Final de ano: 38% das pessoas estavam pagando dívidas em outubro
30/11/2007
SÃO PAULO – Neste final de ano, os brasileiros estão mais sossegados em relação às
dívidas do que no mesmo período de 2006. Isso porque, enquanto em outubro do ano passado 50% das pessoas entrevistadas pela pesquisa Pulso Brasil disseram que estavam pagando algum empréstimo ou financiamento, no décimo mês de 2007 esta proporção foi de 38%.
O levantamento, realizado pela Ipsos a pedido do Ciesp e da Fiesp, aponta que a classe C é a mais endividada, com 45% das pessoas que disseram estar pagando algum empréstimo ou financiamento. Em seguida, estão a AB (41%) e a DE (31%).As pessoas mais endividadas estão nas regiões Norte e Centro-Oeste do País, com 64% dos pesquisados que disseram possuir débitos pendentes. No Sudeste, são 40%, enquanto no Sul são 35% e no Nordeste, 26%.
Modalidades
A modalidade campeã entre os endividados é a prestação em loja e financiamento de produto, com 77% das respostas em outubro deste ano, mesmo percentual do ano passado.

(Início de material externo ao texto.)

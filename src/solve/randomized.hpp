// pcasweep/solve/randomized.hpp — truncated PCA by randomized SVD.
//
// Contract: Halko, Martinsson & Tropp (SIAM Review 53(2), 2011), Algorithms
// 4.3/4.4 with re-orthonormalisation between passes, run on the centred-data
// operator only (no centred copy of the data is ever formed):
//   Ω  d×l Gaussian test matrix, l = min(k + p, N, d), from a counter-based
//      generator: bit-identical for a seed whatever the thread count;
//   passes alternate Y = A_c·W (N×l) and Z = A_cᵀ·Q (d×l), each followed by
//      an orthonormalisation (Householder QR);
//   the small SVD of the projected l×l factor gives σ; eigenvalues σ²/(N−1),
//   components = right singular vectors of A_c, sign by apply_sign_convention.
// The run ends after 2q+2 passes for a fixed q, or — the default, q = −1 —
// when none of the leading k eigenvalue estimates moves by more than
// kDefaultTolerance × the total variance between two successive passes
// (each pass yields an estimate: σ(QᵀA_c) after a Aᵀ-pass, σ(A_c·W) after an
// A-pass; both rise monotonically towards σ(A_c)), or at kMaxAdaptivePasses.
// With a sampled subspace as wide as min(N, d) two passes are exact and the
// run stops there. Cost: passes·2·N·d·l flops; memory O((N+d)·l) besides
// the data.
#pragma once

#include <cstdint>
#include <vector>

#include "solve/basis.hpp"
#include "solve/operator.hpp"

namespace pcasweep {

// Adaptive stopping rule: largest change of any of the leading k eigenvalue
// estimates between two successive passes, relative to the total variance.
// Chosen from measurements (docs/performance.md): on the lfw faces (200×625,
// k = 20) it leaves the leading 20 eigenvalues within about 2e-5 relative.
inline constexpr double kDefaultTolerance = 5e-8;
// At most this many products with the data in adaptive mode (= 24.5 power iterations).
inline constexpr int kMaxAdaptivePasses = 51;

struct RandomizedSettings {
  Eigen::Index rank = 0;          // k, components returned (1 <= k <= min(N, d))
  int oversample = 10;            // p
  int power_iterations = -1;      // q >= 0 fixed; -1 adaptive
  std::uint64_t seed = 1;
  double tolerance = kDefaultTolerance;  // adaptive rule only
  int max_passes = kMaxAdaptivePasses;   // adaptive rule only
};

// op: N×d centred data, N >= 2. Returns a Basis with r = k components and the
// randomized fields filled (see basis.hpp). Throws Error(data) for N < 2,
// Error(usage) for k outside 1..min(N, d) or negative p.
Basis solve_randomized(const CenteredOperator& op, const RandomizedSettings& settings);

// Standard normal samples: entry i of the column-major rows×cols matrix is a
// pure function of (seed, i) (Box–Muller on a SplitMix64 hash of the counter).
// Returns rows×cols.
Eigen::MatrixXd gaussian_matrix(Eigen::Index rows, Eigen::Index cols, std::uint64_t seed);

// M: m×l, m >= l. Replaces M by Q (m×l, orthonormal columns) and returns R
// (l×l upper triangular) with M = Q·R, by Householder QR (blocked, Eigen).
// This is what the solver uses: measured faster here than CholeskyQR2 (see
// docs/performance.md), and it needs no fallback for rank-deficient blocks.
Eigen::MatrixXd orthonormalize(Eigen::MatrixXd& M);

// The same by CholeskyQR2 (two rounds of Gram → Cholesky → triangular solve),
// kept for the measurement in pcasweep-bench; falls back to Householder when
// the block is too ill-conditioned for Cholesky and then sets *fell_back.
Eigen::MatrixXd orthonormalize_cholesky_qr2(Eigen::MatrixXd& M, bool* fell_back = nullptr);

}  // namespace pcasweep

Em seguida, estão o empréstimo bancário, com 21% das respostas, e ambos, com 2%.
A maior parte dos empréstimos é paga com carnê no banco ou débito em conta, com 55% das respostas dos mil entrevistados. O restante é descontado da folha de pagamento, com o crédito consignado.
Menos dívidas
A pesquisa ainda mostrou que 32% dos entrevistados estão sem possibilidade nenhuma de contrair dívidas, enquanto 31% se mostraram menos à vontade para aderir a empréstimos ou financiamentos.
A classe social mais à vontade para contrair débitos é a AB, com 30% das respostas. A menos à vontade, por sua vez, é a C, com 32%. Com relação à região do país, os sulistas se consideram mais aptos a aderir a empréstimos e financiamentos (24%) e os residentes no Norte e Centro-Oeste estão menos à vontade (43%).
Vilões
A chegada do final do ano representa mais gastos para as famílias brasileiras, já que as pessoas costumam aproveitar as férias e comemorar datas como o Natal e o Ano Novo. Diante deste contexto, o cartão de crédito e o 13º salário podem se transformar em vilões para o orçamento doméstico.,
Com o dinheiro “extra” em mãos, as pessoas logo pensam em sair gastando, atitude totalmente equivocada para quem possui débitos pendentes, por exemplo.”No geral, as pessoas costumam primeiro consumir do que pagar as dívidas, o que está errado. Elas devem pagar as dívidas, consumir o que é de necessidade e, o que sobrar, devem investir”, disse, de acordo com o Instituto Akatu, o supervisor do escritório do Dieese de São Paulo, José Silvestre Prado de Oliveira. A atitude previne que as dívidas aumentem ainda mais de valor.